2

我正在尝试使用子查询方法找到所选日期内的最后一条记录。问题是查询太慢了。我想知道是否有人对如何重写此查询以提高性能有任何想法。我的服务器因此而死亡。
为了使测试更容易,我创建了一个表变量来生成用于测试目的的假数据。要测试此脚本,请运行 usp_ExtractData'400000'

我担心的是 ---SECTION B 我的结果是 400000*3 = 1200000 条记录的 18 秒。在真正的数据库上,我会为它编制索引并每晚重新编制索引。

--Store proceedure with table variable data

ALTER PROCEDURE [dbo].[usp_ExtractData](
@TotalRecord int--Create random records for each product
)

AS
BEGIN
    --MS SQL 2008
    SET NOCOUNT ON;

    --SECTION 1--Create test data--- GO TO SECTION 2
        --Create Variable table to Products fake data
        DECLARE @Product TABLE
        (
          ProductID int primary  key not null
          ,SKU varchar(100) not null
        )
        --Insert couple records into @Product table
        INSERT INTO @Product(ProductID, SKU) VALUES     (100,'CUP100')
        INSERT INTO @Product(ProductID, SKU) VALUES     (101,'CUP101')
        INSERT INTO @Product(ProductID, SKU) VALUES     (102,'MUG101')

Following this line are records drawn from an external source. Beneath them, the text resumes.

import stringWidth from 'string-width';
import { describe, expect, it } from 'vitest';
import { withWorkplace } from '../support/railfit.js';
import { sentToTerminal, type Place } from '../support/terminal.js';

const PROBE = 'soil-moisture-probe.yaml';
const COMMANDS = { explain: ['explain', 'GX-BIP-GS', PROBE], shortlist: ['shortlist', PROBE] } as const;
/** Several runs of the command on a busy machine, ms. */
const LONG = 30_000;

const workplace = withWorkplace(['parts']);

const seen = (words: readonly string[], columns: number, env: Place['env'] = {}) => sentToTerminal(words, { folder: workplace().folder, catalog: workplace().catalog, columns, env });
const swing = /^ {2}output {2}(?:PASS|FAIL|\? {3}) {2} *0 V [<|].+[|>] \d\S* V$/mu;

describe.each(Object.entries(COMMANDS))('%s on a terminal', (_, words) => {
  it.each([40, 60])('of %i columns has no bars', (columns) => {
    expect(seen(words, columns).screen).not.toMatch(/▬|^Rails|^Margins/mu);
  });

  it.each([80, 100])('of %i columns has bars, none wider', (columns) => {
    const { sent, screen } = seen(words, columns);
    expect(screen).toMatch(swing);
    expect(screen).toContain('▬');
    for (const line of sent.split('\r\n')) expect(stringWidth(line), line).toBeLessThanOrEqual(columns);
  });

  it('has them in ASCII when asked, and without colour nothing but text', () => {
    const { sent } = seen([...words, '--ascii'], 100);
    expect(sent).toMatch(/^[\x20-\x7e\r\n]+$/u);
    expect(sent).toMatch(/\|[./]*=+/u);
  });

  it('adds colour to the same text', () => {
    const plain = seen(words, 100);
    const coloured = seen(words, 100, { NO_COLOR: '' });
    expect(coloured.sent).toContain('\u001b[3');
    expect(plain.sent).not.toContain('\u001b[');
    expect(coloured.sent.replace(/\u001b\[\d+m/gu, '')).toBe(plain.sent);
  }, LONG);

  it('has none when TERM is dumb', () => {
    expect(seen(words, 100, { TERM: 'dumb' }).screen).not.toMatch(/▬|^Rails/mu);
  }, LONG);

  it('has none in a pipe, whatever the environment says', async () => {
    const piped = await workplace().run(words, { env: { COLUMNS: '100', FORCE_COLOR: '1' } });
    expect(piped.stdout).not.toMatch(/▬|^Rails/mu);
  }, LONG);

  it('writes the same JSON as into a pipe', async () => {
    const json = await workplace().run([...words, '--json']);
    expect(seen([...words, '--json'], 100).sent.replaceAll('\r\n', '\n')).toBe(json.stdout);
  }, LONG);
});

describe('the bars of a part that does not fit', () => {
  it('stand on a terminal as they are drawn', () => {
    const text = seen(COMMANDS.explain, 100).screen;
    expect(`\n${text.slice(text.indexOf('Margins'), text.indexOf('Swing  '))}`).toMatchInlineSnapshot(`
      "
      Margins spare as a share of the limit, linear; x missing; > beyond the scale
                                 -100 %       limit                       200 %
      FAIL  output high          <xxxxxxxxxxxxxx|                                short by 1.25 V (400 %)
      FAIL  DC error                  xxxxxxxxxx|                                over by 22.6 mV (65 %)
      FAIL  supply current       <xxxxxxxxxxxxxx|                                over by 260 µA (290 %)
      PASS  lowest supply                       |                                met exactly
      PASS  input range high                    |▬▬▬▬                            670 mV spare
      PASS  output low                          |▬▬▬▬▬▬▬▬▬                       113 mV spare (estimate)
      PASS  phase margin                        |▬▬▬▬▬▬▬▬▬▬▬▬▬                   85 % spare (typical)
      PASS  minimum stable gain                 |▬▬▬▬▬▬▬▬▬▬▬▬▬                   7.8 times
      PASS  input range low                     |▬▬▬▬▬▬▬▬▬▬▬▬▬▬▬                 25 mV spare
      PASS  gain bandwidth                      |▬▬▬▬▬▬▬▬▬▬▬▬▬▬▬▬▬▬▬▬▬▬▬▬▬▬▬▬▬>  5.3 times (typical)
      PASS  supply peak                         |▬▬▬▬▬▬▬▬▬▬▬▬▬▬▬▬▬▬▬▬▬▬▬▬▬▬▬▬▬>  29.5 V spare
      PASS  highest supply                      |▬▬▬▬▬▬▬▬▬▬▬▬▬▬▬▬▬▬▬▬▬▬▬▬▬▬▬▬▬>  27.8 V spare
      PASS  slew rate                           |▬▬▬▬▬▬▬▬▬▬▬▬▬▬▬▬▬▬▬▬▬▬▬▬▬▬▬▬▬>  15 times (typical)
      PASS  output current                      |▬▬▬▬▬▬▬▬▬▬▬▬▬▬▬▬▬▬▬▬▬▬▬▬▬▬▬▬▬>  50 times

      PASS  lowest temperature   20 °C spare    highest temperature  25 °C spare
            channels             has 2

      Rails   at the supply end with the least room, figures at their worst
        output  FAIL  0 V |...xxxxxxxxxxxxxxxxxxxxxxxxxxxxxxxxxxxxxxxxxxxxxxxxxxxx░░░░░| 3 V
                      signal 197 mV..2.69 V, off by up to 47 mV; usable 37.4 mV..155 mV
        input   PASS  0 V |▬▬▬▬▬▬▬.............░░░░░░░░░░░░░░░░░░░░░░░░░░░░░░░░░░░░░░░░| 3 V
                      signal 25 mV..330 mV; usable 0 V..1 V
        ▬ signal, . free, ░ head-room kept by the part, x out of its reach

      "
    `);
  });
});

describe('every stage that ships', () => {
  it.each(['leaf-wetness', 'light-meter', 'reference-buffer', 'bus-current', 'vent-trim'])('%s: bars within 80 columns', (stage) => {
    const { sent, screen } = seen(['shortlist', `${stage}.yaml`], 80);
    expect(screen).toMatch(swing);
    for (const line of sent.split('\r\n')) expect(stringWidth(line), line).toBeLessThanOrEqual(80);
  });
});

        --Create Variable table to hold Products History data
        DECLARE @History TABLE
        (
           ID int identity not null
          ,ProductID int not null
          ,VisitedDatetime datetime not null
        )

        --Generate random record for testing
        WHILE @TotalRecord>0
            BEGIN
                INSERT INTO  @History( ProductID, VisitedDatetime) VALUES (100,DATEADD(minute,rand()*100,GETDATE()))
                INSERT INTO  @History( ProductID, VisitedDatetime) VALUES (101,DATEADD(minute,rand()*100,GETDATE()))
                INSERT INTO  @History( ProductID, VisitedDatetime) VALUES (102,DATEADD(minute,rand()*100,GETDATE()))
                set @TotalRecord=@TotalRecord-1
            END
    --SECTION 1--Finised creating test data



    ---SECTION B 

      --SELECTION B1- SEE DATA
      SELECT * FROM @History         ORDER BY ProductID, VisitedDatetime DESC
        --Run query to find the last visit per each ProductID

        --THIS IS TOO SLOW
        DECLARE @TestPerformanceDatetime datetime--Test performance
        SET @TestPerformanceDatetime= GETDATE()
        SELECT  *, (select top(1) VisitedDatetime FROM @History as t2 WHERE t2.ProductID=ProductID and VisitedDatetime BETWEEN GETDATE() AND GETDATE()+10 ORDER BY VisitedDatetime DESC) as LastVistiDate
        FROM     @Product

        --Display the performance
        SELECT  DATEDIFF(SECOND, @TestPerformanceDatetime,getdate()) AS TotalSeconds
    ---SECTION B - End
END
4

3 回答 3

2

使用cross applymax()

select *
from @Product p
cross apply (
    select MAX(VisitedDatetime) LastVisitedDatetime
    from @History
    where VisitedDatetime BETWEEN GETDATE() AND GETDATE()+10
        and ProductID = p.ProductID
) h
于 2012-08-25T00:10:54.167 回答
0

这个查询的原始版本我得到了 0 秒,所以我将随机测试记录的数量从 400,000 增加到 4,000,000。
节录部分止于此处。